Where everybody knows your username…
When people love Stardew Valley, they LOVE Stardew Valley. The game and its creator have an army of loyal fans that swap tips, jokes, and stories of how the game has affected their lives (one fan bought a farm in real life after playing Stardew, another was inspired to write a love letter to his long-time crush). People post their cosplay photos and hand-knitted characters, always greeted with hearty congratulations from the other players.
As wonderful as the game is, it’s made twice as wonderful by the fan community. A special mention here must go to the the Stardew Valley Reddit. So often in fandom, elements of competitiveness and snide superiority tend to creep in, but not so with this group. On there I’ve found nothing but encouragement and friendly chat, even when someone posts the “super cucumber” joke for the hundredth time. Of course we take the piss, but always in a nice way. We’re all united in our love for the game (and our agreement that Clint must be shunned and pelted with rocks). I know the moderators play a big part in the atmosphere, but I suspect it’s also that Stardew is a game that brings people together. Fans of this game are kind and accommodating – no problem is too small, no question is too stupid, no headcanon is too ridiculous. Which is just as well, because I’ve been meaning to post my theories about why the Mayor needed that truffle oil…
A couple of things before I sign off:
– This game was made by one man. ONE MAN. While he was working a part time job. Not only did he code the entire game, he also created all the artwork, and wrote the music. And you thought finding a crisp that looked a bit like Jeff Stelling was an achievement.
– A free update is being released this year, featuring multiplayer and new single player content. This is despite the fact that fans would gladly offer money and any spare limbs/kids they happen to have lying around. Considering the game has never been priced at much above $20, Stardew Valley is the dictionary definition of “labor of love.” And not a loot box in sight.
– One last thing: Stardew Valley seems to appeal to those of us with depression and anxiety.
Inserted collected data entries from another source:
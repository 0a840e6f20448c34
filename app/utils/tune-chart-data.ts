// Chart series for the tune sheet. A compared (baseline) profile is drawn dashed with hollow markers of
// another shape, so the two read apart in print, in greyscale and for colour-blind readers.
import type { ChartDataset, PointStyle, ScriptableContext } from 'chart.js'
import type { Curves } from '~~/shared/compute/types'

export interface CurveLabels { current?: string, baseline?: string }
export type LineDataset = ChartDataset<'line', { x: number, y: number }[]>
export type SeriesRole = 'current' | 'baseline'

// Copper, graphite and Okabe-Ito blue: distinct in hue and in lightness.
export const seriesColours = { copper: '#a4551f', graphite: '#2a2926', blue: '#0072B2' } as const

interface SeriesSpec { name: string, xs: number[], ys: number[], colour: string, marker: PointStyle }

const MARKERS_PER_LINE = 12

export function points(xs: number[], ys: number[]): { x: number, y: number }[] {
  const n = Math.min(xs.length, ys.length)
  const out: { x: number, y: number }[] = []
  for (let i = 0; i < n; i++) if (Number.isFinite(xs[i]) && Number.isFinite(ys[i])) out.push({ x: xs[i]!, y: ys[i]! })
  return out
}

export function lineDataset(s: SeriesSpec, role: SeriesRole, labels: CurveLabels): LineDataset {
  const data = points(s.xs, s.ys)
  const every = Math.max(1, Math.round(data.length / MARKERS_PER_LINE))
  // Markers of the two profiles sit half a step apart so neither hides the other.
  const offset = role === 'baseline' ? Math.floor(every / 2) : 0
  const baseline = role === 'baseline'
  const who = baseline ? (labels.baseline ?? 'Compared profile') : (labels.current ?? 'These settings')
  return {
    label: `${s.name} — ${who}${baseline ? ' (dashed)' : ''}`,
    data,
    borderColor: s.colour,
    backgroundColor: s.colour,
    borderWidth: baseline ? 2 : 2.5,
    borderDash: baseline ? [7, 4] : [],
    pointStyle: baseline ? (s.marker === 'circle' ? 'triangle' : s.marker) : s.marker,
    pointBackgroundColor: baseline ? '#ffffff' : s.colour,
    pointBorderColor: s.colour,
    pointBorderWidth: 1.5,
    pointRadius: (ctx: ScriptableContext<'line'>) => ((ctx.dataIndex - offset) % every === 0 ? (baseline ? 5 : 4) : 0),
    pointHoverRadius: 5,
    tension: 0,
    fill: false
  }
}

export interface ChartConfig { id: string, title: string, xLabel: string, yLabel: string, datasets: LineDataset[], summary: string }

function both(list: SeriesSpec[], baselineList: SeriesSpec[] | null, labels: CurveLabels): LineDataset[] {
  return [...list.map(s => lineDataset(s, 'current', labels)), ...(baselineList ?? []).map(s => lineDataset(s, 'baseline', labels))]
}

const range = (xs: number[], unit: string) => (xs.length ? `from ${Math.round(xs[0]!)} to ${Math.round(xs[xs.length - 1]!)} ${unit}` : 'no data')

export function tuneCharts(c: Curves, base: Curves | undefined, labels: CurveLabels = {}): ChartConfig[] {
  const s = c.speed
  const b = base?.speed
  const t = c.temperature
  const bt = base?.temperature
  const { copper, graphite, blue } = seriesColours
  const sensors = (x: Curves['temperature']): SeriesSpec[] => [
    { name: 'Motor', xs: x.temperatureC, ys: x.motorTorquePct, colour: copper, marker: 'circle' },
    { name: 'Inverter', xs: x.temperatureC, ys: x.inverterTorquePct, colour: graphite, marker: 'rect' },
    { name: 'Battery', xs: x.temperatureC, ys: x.batteryTorquePct, colour: blue, marker: 'rectRot' }
  ]
  return [
    {
      id: 'force', title: 'Wheel force and road load against speed', xLabel: 'Speed (km/h)', yLabel: 'Force (N)',
      // Road load depends on the car alone, so the compared profile adds only its wheel force.
      datasets: both(
        [{ name: 'Wheel force', xs: s.speedKph, ys: s.wheelForceN, colour: copper, marker: 'circle' },
          { name: 'Road load', xs: s.speedKph, ys: s.roadLoadN, colour: graphite, marker: 'rect' }],
        b ? [{ name: 'Wheel force', xs: b.speedKph, ys: b.wheelForceN, colour: copper, marker: 'circle' }] : null, labels),
      summary: `Wheel force and road load in newtons, ${range(s.speedKph, 'km/h')}.`
    },
    {
      id: 'power', title: 'Power at the wheels against speed', xLabel: 'Speed (km/h)', yLabel: 'Power (kW)',
      datasets: both([{ name: 'Power', xs: s.speedKph, ys: s.powerKw, colour: copper, marker: 'circle' }],
        b ? [{ name: 'Power', xs: b.speedKph, ys: b.powerKw, colour: copper, marker: 'circle' }] : null, labels),
      summary: `Power at the wheels in kilowatts, ${range(s.speedKph, 'km/h')}.`
    },
    {
      id: 'regen', title: 'Lift-off regen force against speed', xLabel: 'Speed (km/h)', yLabel: 'Braking force (N)',
      datasets: both([{ name: 'Lift-off regen', xs: s.speedKph, ys: s.liftOffRegenForceN, colour: blue, marker: 'circle' }],
        b ? [{ name: 'Lift-off regen', xs: b.speedKph, ys: b.liftOffRegenForceN, colour: blue, marker: 'circle' }] : null, labels),
      summary: `Braking force at the driven wheels when the accelerator is released, ${range(s.speedKph, 'km/h')}.`
    },
    {
      id: 'derate', title: 'Torque available against temperature', xLabel: 'Temperature (°C)', yLabel: 'Torque available (%)',
      datasets: both(sensors(t), bt ? sensors(bt) : null, labels),
      summary: `Share of torque the controller allows per sensor (motor, inverter, battery), ${range(t.temperatureC, '°C')}.`
    }
  ]
}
It’s a calming, whimsical world, where hard work is rewarded, and life is fair. That sentence doesn’t do justice to the importance of this particular point (which I hope to elaborate on in a future article), but for those of us who’ve been helped by the game and its wonderful community, it’s something that’s worth saying. Eric, if you ever read this – thank you for making this game.
If you haven’t started your farm yet, what are you waiting for? Go play Stardew Valley, but don’t come running to me when you stop doing literally everything else in your life. And hands off Shane, he’s my husband.
Stardew Valley is available on PC, PS4, Xbox One, and Nintendo Switch, with a PS Vita release coming soon.